Gathering open-ended feedback is a great way to learn about your customers opinions without limiting them to your own pre-convinced priorities through a multiple choice list. As Ajantha said, thematic analysis takes a long time and when you're analysing an 'always-open' channel like customer feedback, it can quickly become overwhelming and siloed. Rather than limiting the richness of open-ended responses, implement natural language processing tools like Thematic to make sense of these queries at scale.

Discovery projects — where you're trying to learn brand new things about people through proactive primary research — is much more ad hoc than gathering feedback. Examples of this type of research would include growing to a new customer segment, building a new product/feature, or expanding to cater for new use cases.

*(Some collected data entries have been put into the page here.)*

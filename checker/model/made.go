package model

import (
	"fmt"

	"kern/lang"
)

// section reads a section of the member or of one of its lifts, and where it is
// named; nil for one with an error.
func (w *memberReader) section(r *reader, d declared) (*Section, lang.Place) {
	at := r.place(r.stmt.Line)
	e := r.peek()
	if e != nil && e.Kind == lang.NameExpr && (d.stmt.Body == nil || w.env.Names[e.Text] != nil) {
		if contains(shapeWords, e.Text) && w.env.Names[e.Text] == nil {
			r.fail("wrong-form", r.stmt.Line, "a %s has a block with its dimensions: %s", e.Text, shapeForms[e.Text])
			return nil, at
		}
		n, ok := w.env.Names[e.Text]
		if p, found := r.inQuotes("a section of the catalogue", inCatalogue); found && !ok {
			r.problem(p)
			return nil, at
		}
		r.take()
		at = r.place(e.Span)
		if !ok || n.Kind != SectionName || n.Index < 0 {
			w.wrongName(r, e, n, "section", SectionName)
			return nil, at
		}
		if d.stmt.Body != nil {
			r.fail("left-over", d.stmt.Body.Span, "a section that is given by its name takes no block")
			return nil, at
		}
		w.m.Uses = append(w.m.Uses, n)
		s := w.env.Sections[n.Index]
		if n.Twice {
			w.m.Missing = append(w.m.Missing, "its section '"+e.Text+"' is given twice")
		}
		if s.Bad {
			w.m.Missing = append(w.m.Missing, "its section '"+e.Text+"' has an error")
		}
		return s, at
	}
	s := &Section{Name: w.m.Name, Place: r.place(r.stmt.Line)}
	if s.Name == "" {
		s.Name = "section"
	}
	if readSection(r, func(d declared) *reader { return w.reader(d.decl, d.stmt) }, d, s) {
		return s, at
	}
	return nil, at
}

// wrongName reports a name that is unknown or stands for something else.
func (w *memberReader) wrongName(r *reader, e *lang.Expr, n *Named, what string, kind NameKind) {
	if n != nil && (n.Bad || n.Kind == kind) {
		r.problem(*lang.Silent)
		return
	}
	if n != nil {
		r.problem(lang.Problem{Rule: "wrong-kind", Span: e.Span, Message: fmt.Sprintf("'%s' is %s, not a %s", e.Text, n.Kind, what),
			Related: []lang.Related{{Place: n.Place, Message: "given here"}}})
		return
	}
	r.problem(*w.env.unknownName(e, what, []NameKind{kind}))
}

// material reads a material of the member or of one of its lifts, and where it is
// named; nil for one with an error.
func (w *memberReader) material(r *reader) (*Material, lang.Place) {
	at := r.place(r.stmt.Line)
	e := r.peek()
	if e != nil && e.Kind == lang.StringExpr {
		m := &Material{Name: e.Text, Place: r.place(e.Span)}
		if readGrade(r, m) {
			return m, at
		}
		return nil, at
	}
	if e == nil || e.Kind != lang.NameExpr {
		r.fail("wrong-form", r.after(), "a material is a name or a grade in quotes: material = s355, or material = \"S355\"")
		return nil, at
	}
	n, ok := w.env.Names[e.Text]
	if p, found := r.inQuotes("a steel grade", isGrade); found && !ok {
		r.problem(p)
		return nil, at
	}
	r.take()
	at = r.place(e.Span)
	if !ok || n.Kind != MaterialName || n.Index < 0 {
		w.wrongName(r, e, n, "material", MaterialName)
		return nil, at
	}
	w.m.Uses = append(w.m.Uses, n)
	m := w.env.Materials[n.Index]
	if n.Twice {
		w.m.Missing = append(w.m.Missing, "its material '"+e.Text+"' is given twice")
	}
	if m.Bad {
		w.m.Missing = append(w.m.Missing, "its material '"+e.Text+"' has an error")
	}
	return m, at
}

Typically carried out a shorter burst like a design thinking sprint, discovery research is open-ended by nature and often time-sensitive (the longer analysis takes, the more delayed the project gets). For these projects, turning data into codes and themes is going to take a lot longer as you have no pre-determined categories to work from. As you are trying to find the most impactful unmet user need or pain, assuming that whatever topic had the highest number of occurances is also most important will mislead your outcome.

Instead, identify which opinion resonates the strongest with the largest number of your target segment. This priority mapping method presents a quick and accessible alternative to assumption mapping for the start of a new project. OpinionX offers a unique survey tool that turn an unstructured collection of user-generated opinions into a prioritized list in just one click. Check out how OpinionX can help you to carry out deeper discovery research 4x faster than traditional methods.

Identifying user priorities using discovery research platform OpinionX

Conclusion

Despite its time consuming and manual nature, thematic analysis is one of the most popular methods of analyzing qualitative research. It's accessible and flexible approach is a solid option for larger teams with longer timelines and ad hoc projects. For fast-paced teams, discovery research tools like OpinionX offer lightweight alternatives for priority mapping and understanding users' biggest unmet needs in a fraction of the time of traditional thematic analysis.